SCF Reference Manual for the Storage Subsystem (G06.24+, H06.03+)

Managing Magnetic Disks
SCF Reference Manual for the Storage Subsystem529937-007
7-7
Changing the Speed of a Revive Operation
Changing the Speed of a Revive Operation
While a revive operation is in progress, you can use the ALTER command to change
the speed of a revive operation.
Considerations for Changing the Speed of a Revive
Operation
The speed of all future revive operations is also changed.
During system installation, the system administrator should tailor the
REVIVEPRIORITY and REVIVERATE attributes for your system. The default
values provided by SCF are acceptable for most environments:
°
REVIVEPRIORITY 50
°
REVIVERATE 100 second between copies
The default values minimize potential interference with system performance but
could result in revives that take too long to finish. (The longer the revive operation
takes, the longer your mirrored disks have dissimilar data.)

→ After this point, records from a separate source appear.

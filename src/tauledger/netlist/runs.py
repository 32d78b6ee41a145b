"""Runs of plain R, C and L lines: found by one pattern, kept as they stand in the file, worked out column by column.

A line is plain where it is a name, two nodes and a number, without comment or continuation, in ASCII. The grammar reads
such a line to the same element; what is wrong in one (a name twice, an impossible value) is left to it to say.
"""

from __future__ import annotations

import re
from functools import lru_cache

from msgspec import Struct

from tauledger.netlist.items import Item, Word
from tauledger.netlist.numbers import read_number

# Shorter runs are not worth their own columns.
FEWEST = 8

_NAME = r"[RCLrcl][!#%&*+\-.\w:<>?@\[\]^|~]*+"
_NODE = r"[!#%&*+\-.\w:<>?@\[\]^|~]++"
_VALUE = r"[+-]?+(?:\d++\.?+\d*+|\.\d++)(?:[eE][+-]?+\d{1,9}+)?+[A-Za-z]*+"
_LINE = rf"{_NAME}[ \t]++{_NODE}[ \t]++{_NODE}[ \t]++{_VALUE}[ \t]*+(?:\n|\Z)"
_RUN = re.compile(rf"(?:(?=[RCLrcl]){_LINE})++", re.ASCII)

# A suffix at the end of a number; meg before its g.
_SCALES = {"meg\n": "e6\n", "k\n": "e3\n", "m\n": "e-3\n", "u\n": "e-6\n", "n\n": "e-9\n", "p\n": "e-12\n"}
_SCALES |= {"f\n": "e-15\n", "g\n": "e9\n", "t\n": "e12\n"}


class Run(Struct, frozen=True):
    """Plain lines in a row: number of their file, the first one's line from 1, their text and how many they are."""

    file: int
    line: int
    text: str
    count: int


class Columns(Struct, frozen=True):
    """The words of a run: names and nodes as written and folded, values in SI units."""

    names: list[str]
    a: list[str]
    b: list[str]
    folded_names: list[str]
    folded_a: list[str]
    folded_b: list[str]
    values: list[float]


def run_at(text: str, at: int, *, file: int, line: int) -> Run | None:
    """Give the run that begins at an offset of a file's text; None where the lines there are not plain or are few."""
    match = _RUN.match(text, at)
    if match is None:
        return None
    found = match.group()
    count = found.count("\n") + (not found.endswith("\n"))
    return Run(file, line, found, count) if count >= FEWEST else None


def without_last(run: Run) -> Run | None:
    """Leave the last line to the grammar: what follows continues it."""
    kept = run.text[: run.text.rstrip("\n").rfind("\n") + 1]
    return Run(run.file, run.line, kept, run.count - 1) if run.count > FEWEST else None


def columns(run: Run) -> Columns:
    """Take a run apart."""
    words, folded = run.text.split(), run.text.lower().split()
    return Columns(
        names=words[0::4],
        a=words[1::4],
        b=words[2::4],
        folded_names=folded[0::4],
        folded_a=folded[1::4],
        folded_b=folded[2::4],
        values=_values(folded[3::4]),
    )


def _values(texts: list[str]) -> list[float]:
    """Read numbers that the pattern has let pass: all at once where no unit stands behind a suffix."""
    joined = "\n".join([*texts, ""])
    for suffix, exponent in _SCALES.items():
        joined = joined.replace(suffix, exponent)
    try:
        return list(map(float, joined.split()))
    except ValueError:
        known = {text: read_number(text) for text in set(texts)}
        return [number.value for number in map(known.__getitem__, texts) if number is not None]


def row(run: Run, number: int) -> tuple[str, int]:
    """Give the text of one line of a run, blanks around it left out, and the column where it begins."""
    line = _lines(run)[number]
    return line.strip(), len(line) - len(line.lstrip()) + 1


def row_items(run: Run, number: int) -> tuple[Item, ...]:
    """Give the items of one line of a run."""
    return tuple(Word(word.group(), word.start()) for word in re.finditer(r"\S+", row(run, number)[0]))


@lru_cache(maxsize=4)
def _lines(run: Run) -> list[str]:
    return run.text.split("\n")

To speed up the revive operation (even though this change might slow system
performance), increase the REVIVEPRIORITY value and/or increase the
REVIVERATE value.
If you change these values while a revive operation is in progress, the disk process
does not restart the revive operation from the beginning but continues from the
point at which you entered the new values.
Example of Changing the Speed of a Revive Operation
This command establishes a revive priority of 60 and specifies that 90 megabytes of
data be revived between preemption checks while a revive operation is in progress:
-> ALTER $DATA01, REVIVEPRIORITY 60, REVIVERATE 90
Stopping a Revive Operation
It is seldom necessary to stop a revive operation (with a STOP DISK command on the
disk being revived) unless you want to force the revive operation to restart from the
beginning.
You might want to adjust a revive operation if:
System performance is degraded. See Changing the Speed of a Revive Operation
on page 7-7.
A media error has occurred, causing a defective sector.